Below are some records; output exactly the lines from the line with "taken = [_box(place, 2" to the line with "at, far = _free_place(place, taken, right)", both ends kept, and nothing more.

──────

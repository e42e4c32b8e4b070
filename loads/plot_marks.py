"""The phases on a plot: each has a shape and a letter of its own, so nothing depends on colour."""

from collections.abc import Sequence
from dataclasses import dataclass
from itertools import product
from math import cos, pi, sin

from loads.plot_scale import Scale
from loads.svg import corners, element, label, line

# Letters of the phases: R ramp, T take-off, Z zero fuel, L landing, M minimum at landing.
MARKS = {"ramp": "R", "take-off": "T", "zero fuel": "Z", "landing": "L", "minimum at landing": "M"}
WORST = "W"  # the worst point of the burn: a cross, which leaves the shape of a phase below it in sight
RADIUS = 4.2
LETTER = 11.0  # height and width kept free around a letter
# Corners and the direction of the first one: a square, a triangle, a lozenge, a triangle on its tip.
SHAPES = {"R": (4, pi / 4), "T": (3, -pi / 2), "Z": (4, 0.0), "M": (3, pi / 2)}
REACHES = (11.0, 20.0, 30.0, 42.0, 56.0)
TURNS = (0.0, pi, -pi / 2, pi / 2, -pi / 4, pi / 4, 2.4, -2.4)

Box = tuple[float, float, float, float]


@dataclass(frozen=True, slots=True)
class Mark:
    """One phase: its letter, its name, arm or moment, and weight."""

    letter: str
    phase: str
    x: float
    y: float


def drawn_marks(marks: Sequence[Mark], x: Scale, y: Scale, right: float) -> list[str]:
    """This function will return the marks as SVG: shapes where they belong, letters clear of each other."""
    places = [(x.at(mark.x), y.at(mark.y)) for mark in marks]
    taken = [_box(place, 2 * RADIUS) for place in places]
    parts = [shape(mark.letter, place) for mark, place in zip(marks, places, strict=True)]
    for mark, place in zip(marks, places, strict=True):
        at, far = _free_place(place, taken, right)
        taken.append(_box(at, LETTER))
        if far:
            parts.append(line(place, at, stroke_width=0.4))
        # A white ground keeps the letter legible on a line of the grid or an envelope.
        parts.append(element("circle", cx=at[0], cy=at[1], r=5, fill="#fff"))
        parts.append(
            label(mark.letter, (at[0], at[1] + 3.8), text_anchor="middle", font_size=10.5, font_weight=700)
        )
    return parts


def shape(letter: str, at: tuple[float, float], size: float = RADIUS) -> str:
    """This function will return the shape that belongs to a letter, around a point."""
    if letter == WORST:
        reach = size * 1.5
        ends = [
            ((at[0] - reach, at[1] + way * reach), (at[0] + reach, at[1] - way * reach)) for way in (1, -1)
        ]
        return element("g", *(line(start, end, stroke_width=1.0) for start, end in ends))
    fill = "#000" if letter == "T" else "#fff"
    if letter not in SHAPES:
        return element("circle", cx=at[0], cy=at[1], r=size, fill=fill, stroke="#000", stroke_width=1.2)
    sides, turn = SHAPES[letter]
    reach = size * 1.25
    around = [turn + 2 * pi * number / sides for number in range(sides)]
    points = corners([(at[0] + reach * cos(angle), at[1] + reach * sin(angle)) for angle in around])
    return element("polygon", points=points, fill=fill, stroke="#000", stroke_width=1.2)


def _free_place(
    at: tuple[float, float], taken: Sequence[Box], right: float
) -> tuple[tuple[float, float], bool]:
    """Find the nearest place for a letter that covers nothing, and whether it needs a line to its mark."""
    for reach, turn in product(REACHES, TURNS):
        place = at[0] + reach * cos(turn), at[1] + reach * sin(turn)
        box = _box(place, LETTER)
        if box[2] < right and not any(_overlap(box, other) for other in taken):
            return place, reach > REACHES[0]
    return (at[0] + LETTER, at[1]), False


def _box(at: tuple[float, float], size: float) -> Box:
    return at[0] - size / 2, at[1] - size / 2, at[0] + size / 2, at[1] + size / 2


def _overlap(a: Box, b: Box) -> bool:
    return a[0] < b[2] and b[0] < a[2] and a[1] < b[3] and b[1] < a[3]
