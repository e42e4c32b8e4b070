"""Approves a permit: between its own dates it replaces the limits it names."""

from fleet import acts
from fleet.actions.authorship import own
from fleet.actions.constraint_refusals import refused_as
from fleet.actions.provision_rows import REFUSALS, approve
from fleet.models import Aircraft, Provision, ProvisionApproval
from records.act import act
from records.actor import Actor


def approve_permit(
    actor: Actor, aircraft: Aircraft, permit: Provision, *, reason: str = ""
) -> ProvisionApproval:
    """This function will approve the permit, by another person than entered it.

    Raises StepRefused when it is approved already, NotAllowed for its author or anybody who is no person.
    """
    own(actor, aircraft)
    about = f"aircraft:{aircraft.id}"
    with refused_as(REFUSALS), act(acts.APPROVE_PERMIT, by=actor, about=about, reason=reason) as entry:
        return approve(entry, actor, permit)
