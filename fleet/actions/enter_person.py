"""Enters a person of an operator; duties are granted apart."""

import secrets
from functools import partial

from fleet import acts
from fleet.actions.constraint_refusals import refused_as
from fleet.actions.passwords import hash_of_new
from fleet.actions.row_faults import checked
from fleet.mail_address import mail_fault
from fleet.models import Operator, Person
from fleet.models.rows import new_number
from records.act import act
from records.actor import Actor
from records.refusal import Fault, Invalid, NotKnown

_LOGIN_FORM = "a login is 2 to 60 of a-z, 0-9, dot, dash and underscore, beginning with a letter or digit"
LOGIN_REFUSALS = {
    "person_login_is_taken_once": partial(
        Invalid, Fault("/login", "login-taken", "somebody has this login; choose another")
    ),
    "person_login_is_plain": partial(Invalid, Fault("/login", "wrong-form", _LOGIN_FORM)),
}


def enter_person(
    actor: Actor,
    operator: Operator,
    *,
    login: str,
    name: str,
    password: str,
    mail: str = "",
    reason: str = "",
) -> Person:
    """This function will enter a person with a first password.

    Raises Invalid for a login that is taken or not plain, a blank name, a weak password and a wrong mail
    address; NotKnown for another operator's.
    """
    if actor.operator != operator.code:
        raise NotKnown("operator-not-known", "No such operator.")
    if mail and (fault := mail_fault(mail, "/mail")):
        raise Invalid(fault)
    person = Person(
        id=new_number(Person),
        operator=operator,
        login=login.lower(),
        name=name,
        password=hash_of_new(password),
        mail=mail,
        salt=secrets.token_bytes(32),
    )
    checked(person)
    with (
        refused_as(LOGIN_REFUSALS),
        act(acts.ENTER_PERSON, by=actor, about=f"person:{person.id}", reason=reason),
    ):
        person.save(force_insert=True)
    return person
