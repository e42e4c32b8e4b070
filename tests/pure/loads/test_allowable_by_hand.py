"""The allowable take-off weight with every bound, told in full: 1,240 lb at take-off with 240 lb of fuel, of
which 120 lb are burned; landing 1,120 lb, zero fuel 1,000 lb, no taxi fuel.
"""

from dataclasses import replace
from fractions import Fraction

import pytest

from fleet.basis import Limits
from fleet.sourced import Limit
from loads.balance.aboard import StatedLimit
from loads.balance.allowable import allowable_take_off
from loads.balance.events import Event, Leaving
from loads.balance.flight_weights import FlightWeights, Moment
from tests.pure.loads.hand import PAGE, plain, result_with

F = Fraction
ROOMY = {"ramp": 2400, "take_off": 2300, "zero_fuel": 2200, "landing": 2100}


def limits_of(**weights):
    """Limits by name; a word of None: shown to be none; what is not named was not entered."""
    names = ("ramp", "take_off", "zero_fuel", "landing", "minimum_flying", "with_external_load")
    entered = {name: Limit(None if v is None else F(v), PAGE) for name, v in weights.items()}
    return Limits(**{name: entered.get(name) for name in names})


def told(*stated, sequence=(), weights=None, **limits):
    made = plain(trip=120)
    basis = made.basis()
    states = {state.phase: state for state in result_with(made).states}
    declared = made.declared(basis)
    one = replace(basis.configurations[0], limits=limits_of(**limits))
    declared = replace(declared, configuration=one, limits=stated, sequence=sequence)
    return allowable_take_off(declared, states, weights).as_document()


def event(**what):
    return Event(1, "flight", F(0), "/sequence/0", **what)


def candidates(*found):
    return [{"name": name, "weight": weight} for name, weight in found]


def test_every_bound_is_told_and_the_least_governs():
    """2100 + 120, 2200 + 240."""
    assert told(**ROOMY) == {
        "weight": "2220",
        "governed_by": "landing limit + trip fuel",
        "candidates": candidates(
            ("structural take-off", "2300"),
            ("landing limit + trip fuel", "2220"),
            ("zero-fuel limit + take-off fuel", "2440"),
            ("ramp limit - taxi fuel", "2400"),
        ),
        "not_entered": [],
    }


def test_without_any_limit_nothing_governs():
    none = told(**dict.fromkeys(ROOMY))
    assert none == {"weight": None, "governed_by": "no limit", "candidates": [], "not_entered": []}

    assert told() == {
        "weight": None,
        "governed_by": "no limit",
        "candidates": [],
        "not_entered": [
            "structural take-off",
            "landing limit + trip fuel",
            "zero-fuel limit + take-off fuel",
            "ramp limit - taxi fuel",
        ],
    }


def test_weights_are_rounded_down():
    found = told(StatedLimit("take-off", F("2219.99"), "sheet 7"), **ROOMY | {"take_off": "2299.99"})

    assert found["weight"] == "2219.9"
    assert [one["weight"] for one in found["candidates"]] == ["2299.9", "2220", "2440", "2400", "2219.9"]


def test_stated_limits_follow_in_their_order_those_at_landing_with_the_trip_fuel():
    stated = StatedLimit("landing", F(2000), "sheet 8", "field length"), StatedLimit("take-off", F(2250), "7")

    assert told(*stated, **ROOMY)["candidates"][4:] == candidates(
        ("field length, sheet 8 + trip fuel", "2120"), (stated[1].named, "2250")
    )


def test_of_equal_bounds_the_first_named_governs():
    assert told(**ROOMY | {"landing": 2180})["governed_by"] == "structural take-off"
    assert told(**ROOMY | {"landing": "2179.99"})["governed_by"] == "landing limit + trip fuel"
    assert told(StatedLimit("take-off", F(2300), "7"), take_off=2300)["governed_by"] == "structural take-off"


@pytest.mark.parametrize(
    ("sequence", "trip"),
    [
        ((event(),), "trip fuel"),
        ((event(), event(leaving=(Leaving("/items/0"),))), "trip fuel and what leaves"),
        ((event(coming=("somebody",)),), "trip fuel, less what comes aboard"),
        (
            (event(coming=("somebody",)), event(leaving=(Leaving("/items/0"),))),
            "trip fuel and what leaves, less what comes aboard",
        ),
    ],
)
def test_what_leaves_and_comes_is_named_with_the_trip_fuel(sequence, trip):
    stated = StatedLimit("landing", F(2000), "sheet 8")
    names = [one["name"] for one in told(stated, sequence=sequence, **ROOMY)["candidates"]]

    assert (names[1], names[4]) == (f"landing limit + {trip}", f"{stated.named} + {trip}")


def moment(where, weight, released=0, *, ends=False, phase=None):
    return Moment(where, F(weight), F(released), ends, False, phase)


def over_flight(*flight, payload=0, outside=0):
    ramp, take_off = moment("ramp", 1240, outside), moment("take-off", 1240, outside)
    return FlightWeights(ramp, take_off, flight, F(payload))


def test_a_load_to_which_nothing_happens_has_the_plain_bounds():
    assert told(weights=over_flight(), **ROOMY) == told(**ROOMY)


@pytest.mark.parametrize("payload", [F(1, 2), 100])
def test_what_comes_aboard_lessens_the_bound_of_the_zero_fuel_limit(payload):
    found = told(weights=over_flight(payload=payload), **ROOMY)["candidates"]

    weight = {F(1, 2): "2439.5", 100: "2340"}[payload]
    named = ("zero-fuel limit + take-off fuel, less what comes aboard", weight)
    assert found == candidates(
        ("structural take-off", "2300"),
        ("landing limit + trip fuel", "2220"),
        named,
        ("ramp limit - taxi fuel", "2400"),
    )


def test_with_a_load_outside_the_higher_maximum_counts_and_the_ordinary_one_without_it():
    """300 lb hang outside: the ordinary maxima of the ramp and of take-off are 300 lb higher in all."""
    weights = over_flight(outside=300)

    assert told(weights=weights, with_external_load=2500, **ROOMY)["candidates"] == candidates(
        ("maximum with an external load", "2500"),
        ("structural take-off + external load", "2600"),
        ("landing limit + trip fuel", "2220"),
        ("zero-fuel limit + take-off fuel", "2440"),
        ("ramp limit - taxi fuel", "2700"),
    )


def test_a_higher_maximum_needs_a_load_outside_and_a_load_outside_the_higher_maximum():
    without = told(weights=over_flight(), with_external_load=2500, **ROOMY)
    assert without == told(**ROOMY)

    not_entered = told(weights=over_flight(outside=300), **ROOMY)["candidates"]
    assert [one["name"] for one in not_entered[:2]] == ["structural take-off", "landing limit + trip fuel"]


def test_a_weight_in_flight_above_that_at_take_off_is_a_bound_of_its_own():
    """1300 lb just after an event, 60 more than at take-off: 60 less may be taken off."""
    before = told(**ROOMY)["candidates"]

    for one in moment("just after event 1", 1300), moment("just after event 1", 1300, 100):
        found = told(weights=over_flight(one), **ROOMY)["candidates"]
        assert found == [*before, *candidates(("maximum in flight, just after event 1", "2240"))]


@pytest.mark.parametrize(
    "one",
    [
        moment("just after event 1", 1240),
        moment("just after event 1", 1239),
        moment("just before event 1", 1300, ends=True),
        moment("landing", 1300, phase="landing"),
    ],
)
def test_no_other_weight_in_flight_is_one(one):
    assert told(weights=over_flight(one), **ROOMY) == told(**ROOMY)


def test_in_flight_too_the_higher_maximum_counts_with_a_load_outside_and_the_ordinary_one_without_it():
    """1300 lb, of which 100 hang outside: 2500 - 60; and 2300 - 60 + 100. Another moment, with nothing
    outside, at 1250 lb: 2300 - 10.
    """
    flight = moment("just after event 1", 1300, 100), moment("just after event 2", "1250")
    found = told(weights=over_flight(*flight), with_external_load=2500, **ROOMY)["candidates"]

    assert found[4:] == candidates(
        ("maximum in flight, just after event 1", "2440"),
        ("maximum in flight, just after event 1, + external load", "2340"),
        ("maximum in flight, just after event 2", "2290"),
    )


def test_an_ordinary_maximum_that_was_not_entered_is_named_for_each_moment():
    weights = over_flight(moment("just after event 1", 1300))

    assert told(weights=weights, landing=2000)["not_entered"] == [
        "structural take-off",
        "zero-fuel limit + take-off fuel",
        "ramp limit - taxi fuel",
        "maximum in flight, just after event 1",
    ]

──────

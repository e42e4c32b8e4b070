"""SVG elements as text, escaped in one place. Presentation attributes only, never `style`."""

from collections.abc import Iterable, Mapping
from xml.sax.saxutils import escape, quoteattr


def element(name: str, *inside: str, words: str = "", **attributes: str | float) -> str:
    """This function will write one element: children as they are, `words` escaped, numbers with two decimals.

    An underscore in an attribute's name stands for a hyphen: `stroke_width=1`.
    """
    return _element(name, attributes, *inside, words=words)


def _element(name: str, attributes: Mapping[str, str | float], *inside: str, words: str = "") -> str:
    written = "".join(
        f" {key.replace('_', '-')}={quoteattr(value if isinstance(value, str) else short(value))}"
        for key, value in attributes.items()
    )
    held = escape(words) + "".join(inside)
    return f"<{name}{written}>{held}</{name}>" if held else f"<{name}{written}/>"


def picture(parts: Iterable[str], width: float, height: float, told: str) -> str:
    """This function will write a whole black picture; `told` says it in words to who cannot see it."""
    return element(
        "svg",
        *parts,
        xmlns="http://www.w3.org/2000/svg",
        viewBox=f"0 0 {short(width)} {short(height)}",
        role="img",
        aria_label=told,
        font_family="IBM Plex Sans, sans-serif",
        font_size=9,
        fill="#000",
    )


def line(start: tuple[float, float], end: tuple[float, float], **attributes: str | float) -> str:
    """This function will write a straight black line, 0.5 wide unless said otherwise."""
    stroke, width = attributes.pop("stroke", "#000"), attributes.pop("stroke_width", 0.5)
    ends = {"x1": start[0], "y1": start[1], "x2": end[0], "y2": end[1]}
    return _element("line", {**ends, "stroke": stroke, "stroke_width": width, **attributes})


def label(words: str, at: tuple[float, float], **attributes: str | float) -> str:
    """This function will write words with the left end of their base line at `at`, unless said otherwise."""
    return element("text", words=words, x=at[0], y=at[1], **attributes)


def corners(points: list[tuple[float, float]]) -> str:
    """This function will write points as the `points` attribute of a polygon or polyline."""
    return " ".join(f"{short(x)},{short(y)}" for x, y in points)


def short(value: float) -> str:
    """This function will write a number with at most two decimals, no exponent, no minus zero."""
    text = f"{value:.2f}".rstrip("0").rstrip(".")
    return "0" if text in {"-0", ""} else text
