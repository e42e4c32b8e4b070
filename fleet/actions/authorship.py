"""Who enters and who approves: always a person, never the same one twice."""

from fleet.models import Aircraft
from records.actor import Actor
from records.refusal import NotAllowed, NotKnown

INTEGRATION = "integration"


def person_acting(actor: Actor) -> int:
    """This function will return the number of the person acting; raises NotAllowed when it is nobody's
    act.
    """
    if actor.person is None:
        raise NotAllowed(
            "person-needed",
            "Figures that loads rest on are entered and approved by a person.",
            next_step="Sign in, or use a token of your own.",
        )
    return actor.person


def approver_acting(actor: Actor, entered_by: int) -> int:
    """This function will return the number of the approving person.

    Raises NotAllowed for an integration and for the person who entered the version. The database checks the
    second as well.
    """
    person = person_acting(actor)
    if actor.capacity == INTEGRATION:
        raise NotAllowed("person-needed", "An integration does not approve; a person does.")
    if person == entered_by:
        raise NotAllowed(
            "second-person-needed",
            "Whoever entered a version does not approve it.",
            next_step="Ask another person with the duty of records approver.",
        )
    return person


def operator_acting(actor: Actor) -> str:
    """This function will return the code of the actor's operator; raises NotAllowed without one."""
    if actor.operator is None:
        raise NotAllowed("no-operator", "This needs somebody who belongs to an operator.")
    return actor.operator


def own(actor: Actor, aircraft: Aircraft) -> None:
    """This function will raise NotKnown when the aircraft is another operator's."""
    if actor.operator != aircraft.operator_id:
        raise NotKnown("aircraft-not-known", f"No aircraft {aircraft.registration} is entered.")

──────

TASK ANSWER »
    taken = [_box(place, 2 * RADIUS) for place in places]
    parts = [shape(mark.letter, place) for mark, place in zip(marks, places, strict=True)]
    for mark, place in zip(marks, places, strict=True):
        at, far = _free_place(place, taken, right)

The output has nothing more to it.